/** Typed by a person (a note, a message, a letter): shown as written, never translated. */
const typed = (text: string | undefined) =>
  text ? (
    <p translate="no" className="whitespace-pre-line">
      {text}
    </p>
  ) : undefined;

/** The tenant's sentence (and sometimes a detail) for each event the server lets them see. */
function describeForTenant(event: CaseEvent, rooms: readonly CaseRoom[], w: TimelineWords): Entry {
  const after = event.after ?? {};
  const before = event.before ?? {};
  const roomName = (id: unknown) => rooms.find((r) => r.id === id)?.name;
  const actor = event.actor;
  const by: By =
    actor?.role === "tenant"
      ? { kind: "you" }
      : actor
        ? { kind: "who", who: w.byWhom(actor.name, actor.role) }
        : { kind: "none" };
  const who = by.kind === "who" ? by.who : undefined;

  switch (event.type) {
    case "case-created":
      return { title: w.created(by) };
    case "email-queued":
      return { title: w.emailSent };
    case "email-resent":
      // The tenant's timeline holds only e-mails to the tenant (the server leaves the others out).
      return { title: w.emailSentAgain };
    case "photos-added":
      return { title: w.photosAdded(Array.isArray(after.photoIds) ? after.photoIds.length : 0, by) };
    case "readings-added": {
      const duplicates = num(after.duplicates);
      return {
        title: w.readingsAdded(num(after.imported), roomName(after.roomId)),
        detail: duplicates ? w.readingsSkipped(duplicates) : undefined,
      };
    }
    case "readings-imported": {
      const duplicates = num(after.duplicates);
      const rejected = num(after.rejected);
      const notes = [duplicates ? w.readingsAlreadyThere(duplicates) : "", rejected ? w.rowsUnreadable(rejected) : ""].filter(
        Boolean,
      );
      return {
        title: w.readingsImported(num(after.imported), roomName(after.roomId)),
        detail: notes.length ? notes.join(" ") : undefined,
      };
    }
    case "tenant-got-worse": {
      const note = str(after.note);
      return {
        title: w.gotWorse(by),
        detail: note ? (
          <blockquote translate="no" className="border-l-4 border-line-strong pl-3 whitespace-pre-line">
            {note}
          </blockquote>
        ) : undefined,
      };
    }
    case "status-changed": {
      const to = str(after.status);
      const from = str(before.status);
      return {
        title: to ? w.statusChangedTo(w.statusLabel(to)) : w.statusChanged,
        detail:
          [from ? w.statusWas(w.statusLabel(from)) : "", to ? (w.statusMeaning(to) ?? "") : ""].filter(Boolean).join(" ") ||
          undefined,
      };
    }
    case "text-queued":
      return { title: w.textSent(str(after.numberEnding)), detail: typed(str(after.body)) };
    case "text-not-sent":
      return { title: w.textNotSent };
    case "message-to-tenant":
      return { title: w.messageToYou(who), detail: typed(str(after.body)) };
    case "message-from-tenant":
      return {
        title: w.messageFromTenant(by, Array.isArray(after.photoIds) ? after.photoIds.length : 0),
        detail: typed(str(after.body)),
      };
    case "summary-sent":
      return { title: w.summarySent, detail: typed(str(after.body)) };
    case "inspection-recorded":
      return { title: w.inspectionRecorded };
    case "hazard-classified":
      return { title: w.hazardAssessed };
    case "hhsrs-assessed":
      return { title: w.hhsrsAssessed };
    case "assignee-changed":
      return { title: w.assigned };
    case "fix-verified":
      return { title: after.effective === true ? w.fixWorked : w.fixNotYet, detail: typed(str(after.note)) };
    case "complaint-raised":
      return { title: w.complaintRaised(by, after.onBehalf === true), detail: typed(str(after.description)) };
    case "complaint-acknowledged":
    case "complaint-extended":
    case "complaint-responded": {
      const stage = num(after.stage);
      const letter = after.letter as { subject?: unknown; body?: unknown } | null | undefined;
      return {
        title:
          event.type === "complaint-acknowledged"
            ? w.complaintAcknowledged(stage)
            : event.type === "complaint-extended"
              ? w.complaintExtended(stage, num(after.workingDays))
              : after.final
                ? w.complaintFinal
                : w.complaintResponded(stage),
        detail:
          letter && typeof letter.body === "string" ? (
            <div translate="no">
              <p className="font-semibold">{String(letter.subject ?? "")}</p>
              <p className="whitespace-pre-line">{letter.body}</p>
            </div>
          ) : undefined,
      };
    }
    case "complaint-escalated":
      return { title: w.complaintEscalated(by), detail: typed(str(after.reason)) };
    case "complaint-closed":
      return { title: w.complaintClosed };
    case "complaint-remedy-changed":
      return { title: w.remedyRecorded };
    default:
      return { title: w.other(event.type, who) };
  }
}

/** One plain sentence (and sometimes a detail) for each kind of event; unknown kinds still show. */
export function describeEvent(
  event: CaseEvent,
  rooms: readonly CaseRoom[],
  audience: Audience = "tenant",
  staffNames?: ReadonlyMap<number, string>,
  words: TimelineWords = englishTimelineWords,
): Entry {
  if (audience === "tenant") return describeForTenant(event, rooms, words);
  // Staff: names, addresses and reasons, in English.
  const after = event.after ?? {};
  const before = event.before ?? {};
  const roomName = (id: unknown) => rooms.find((r) => r.id === id)?.name;
  const who = byWhom(event);
  const staff = who || "Staff";
  const inRoom = (id: unknown) => (roomName(id) ? ` for ${roomName(id)}` : "");

  switch (event.type) {
    case "case-created":
      return { title: who ? `${who} logged this report.` : "The report was received." };
    case "email-queued": {
      const to = str(after.to);
      // Staff see below whether it has actually left the outbox.
      if (event.email) return { title: "An e-mail about this report was queued." };
      return { title: to ? `An e-mail about this report was sent to ${to}.` : "An e-mail about this report was sent." };
    }
    case "email-resent": {
      const subject = str(after.subject);
      const to = str(after.to);
      return {
        title: `E-mail sent again${who ? ` by ${who}` : ""}${subject ? `: “${subject}”` : ""}${to ? `, to ${to}` : ""}.`,
      };
    }
    case "photos-added": {
      const ids = Array.isArray(after.photoIds) ? after.photoIds.length : 0;
      const what = ids ? count(ids, "photo was", "photos were") : "Photos were";
      return { title: `${what} added${who ? ` by ${who}` : ""}.` };
    }
    case "readings-added": {
      const duplicates = num(after.duplicates);
      return {
        title: `${count(num(after.imported), "reading was", "readings were")} added by hand${inRoom(after.roomId)}.`,
        detail: duplicates
          ? `${count(duplicates, "reading was", "readings were")} already there, so ${duplicates === 1 ? "it was" : "they were"} skipped.`
          : undefined,
      };
    }
    case "readings-imported": {
      const duplicates = num(after.duplicates);
      const rejected = num(after.rejected);
      const notes = [
        duplicates ? `${count(duplicates, "reading was", "readings were")} already there.` : "",
        rejected ? `${count(rejected, "row", "rows")} of the file couldn't be read.` : "",
      ].filter(Boolean);
      return {
        title: `${count(num(after.imported), "reading was", "readings were")} added from a logger file${inRoom(after.roomId)}.`,
        detail: notes.length ? notes.join(" ") : undefined,
      };
    }
    case "tenant-got-worse": {
      const note = str(after.note);
      return {
        title: `${who || "The tenant"} said it has got worse.`,
        detail: note ? (
          <blockquote className="border-l-4 border-line-strong pl-3 whitespace-pre-line">{note}</blockquote>
        ) : undefined,
      };
    }
    case "status-changed": {
      const to = str(after.status);
      const from = str(before.status);
      const reason = str(after.reason);
      const statusLabel = statusLabelFor("staff");
      return {
        title: to ? `The status changed to “${statusLabel(to)}”${who ? `, by ${who}` : ""}.` : "The status changed.",
        detail:
          [from ? `It was “${statusLabel(from)}”.` : "", reason ? `Reason: ${reason}` : ""].filter(Boolean).join(" ") ||
          undefined,
      };
    }
    case "text-queued": {
      const ending = str(after.numberEnding);
      const kind = str(after.kind);
      const status = event.text ? ` (${TEXT_STATE_WORDS[event.text.status] ?? event.text.status})` : "";
      return {
        title: `Text to the tenant${ending ? ` (number ending ${ending})` : ""}${kind ? `: ${kind.replace(/-/g, " ")}` : ""}${status}.`,
        detail: str(after.body) || undefined,
      };
    }
    case "text-not-sent":
      return { title: "No text: the tenant has texts off, so this went by e-mail only." };
    case "message-to-tenant": {
      const body = str(after.body);
      return {
        title: `${staff} sent the tenant a message.`,
        detail: body ? <p className="whitespace-pre-line">{body}</p> : undefined,
      };
    }
    case "message-from-tenant": {
      const body = str(after.body);
      const photos = Array.isArray(after.photoIds) ? after.photoIds.length : 0;
      return {
        title: `${who || "The tenant"} wrote to the landlord${photos ? `, with ${count(photos, "photo", "photos")}` : ""}.`,
        detail: body ? <p className="whitespace-pre-line">{body}</p> : undefined,
      };
    }
    case "summary-sent": {
      const body = str(after.body);
      return {
        title: `${staff} sent the tenant the written summary.`,
        detail: body ? <p className="whitespace-pre-line">{body}</p> : undefined,
      };
    }
    case "inspection-recorded":
      return { title: `${staff} recorded the inspection.` };
    case "hazard-classified": {
      const to = str(after.hazardClass);
      const reason = str(after.reason);
      return {
        title: `${staff} classified the hazard as ${to ? (hazardClassWords[to] ?? humanise(to)).toLowerCase() : "unknown"}.`,
        detail: reason ? `Reason: ${reason}` : undefined,
      };
    }
    case "hhsrs-assessed":
      return {
        title: `${staff} recorded an HHSRS assessment: band ${String(after.band ?? "?")}, Category ${String(after.category ?? "?")}.`,
      };
    case "assignee-changed": {
      const id = after.assigneeId;
      if (id === null) return { title: `${staff} left the case unassigned.` };
      const name = typeof id === "number" ? staffNames?.get(id) : undefined;
      return { title: name ? `${staff} assigned the case to ${name}.` : "The assignee changed." };
    }
    case "fix-verified": {
      const override = str(after.override);
      const recorded = who ? `${who} recorded that` : "Your landlord recorded that";
      return {
        title: after.effective === true ? `${recorded} the repair worked.` : `${recorded} the repair did not work yet.`,
        detail:
          [str(after.note) ?? "", override ? `Recorded without enough readings after the works. Reason: ${override}` : ""]
            .filter(Boolean)
            .join(" ") || undefined,
      };
    }
    case "internal-note": {
      const body = str(after.body);
      return {
        title: `${staff} added an internal note.`,
        detail: body ? <p className="whitespace-pre-line">{body}</p> : undefined,
      };
    }
    case "evidence-pack-made": {
      // Staff only: the tenant's timeline never carries it (the server leaves it out).
      const pages = typeof after.pages === "number" ? after.pages : undefined;
      return {
        title: `${staff} made the evidence pack${pages ? ` (${pages} pages)` : ""}.`,
        detail: str(after.sha256) ? <p className="break-all">Content SHA-256 {str(after.sha256)}</p> : undefined,
      };
    }
    case "complaint-raised":
      return {
        title: `${staff} recorded a formal complaint${after.onBehalf ? " for the tenant" : ""}.`,
        detail: str(after.description) ? <p className="whitespace-pre-line">{str(after.description)}</p> : undefined,
      };
    case "complaint-acknowledged":
    case "complaint-extended":
    case "complaint-responded": {
      const stage = num(after.stage);
      const letter = after.letter as { subject?: unknown; body?: unknown } | null | undefined;
      const what =
        event.type === "complaint-acknowledged"
          ? `acknowledged the complaint at stage ${stage}`
          : event.type === "complaint-extended"
            ? `extended stage ${stage} of the complaint by ${count(num(after.workingDays), "working day", "working days")}`
            : after.final
              ? "sent the final response to the complaint"
              : `sent the stage ${stage} response to the complaint`;
      const note = str(after.note);
      return {
        title: `${staff} ${what}.`,
        detail:
          letter && typeof letter.body === "string" ? (
            <>
              <p className="font-semibold">{String(letter.subject ?? "")}</p>
              <p className="whitespace-pre-line">{letter.body}</p>
              {note ? <p className="mt-1 text-ink-soft">Staff note: {note}</p> : null}
            </>
          ) : note ? (
            `Staff note: ${note}`
          ) : undefined,
      };
    }
    case "complaint-escalated":
      return {
        title: `${staff} took the complaint to stage 2.`,
        detail: str(after.reason),
      };
    case "complaint-closed":
      return { title: `${staff} closed the complaint.` };
    case "complaint-remedy-changed":
      return { title: `${staff} recorded the complaint's remedy.` };
    case "missed-deadline-explained":
      // Staff only: the tenant's timeline never carries it (the server leaves it out).
      return {
        title: `${staff} said why "${deadlineStageLabels[str(after.stage) ?? ""] ?? str(after.stage) ?? "a stage"}" was missed.`,
        detail: str(after.reason),
      };
    case "sensor-alert": {
      // Staff only: the tenant's timeline never carries it (the server leaves it out).
      const room = str(after.roomName) ?? "A room";
      const what =
        after.rule === "condensing-days"
          ? `condensation on ${num(after.condensingDays)} of the last 7 days`
          : after.rule === "hours-at-80"
            ? `${num(after.hoursAt80)} hours at 80 % surface humidity or more in 7 days`
            : `mould growth index ${num(after.mouldIndex)}`;
      return {
        title: `Sensor alert in ${room}: ${what}.`,
        detail: `Mould growth index ${num(after.mouldIndex)}, ${num(after.hoursAt80)} h at ≥ 80 %, ${num(after.hoursCondensing)} h condensing, surface ${
          after.basis === "measured"
            ? "measured"
            : after.basis === "estimated"
              ? "estimated from the outdoor temperature"
              : "not known (air humidity only)"
        }.`,
      };
    }
    default:
      return { title: `${humanise(event.type)}${who ? `, by ${who}` : ""}.` };
  }
}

○ ○ ○ ○ ○

- _What you should do_
Now copy each line of the entries that mentions "function".

- _Output_
function describeForTenant(event: CaseEvent, rooms: readonly CaseRoom[], w: TimelineWords): Entry {
export function describeEvent(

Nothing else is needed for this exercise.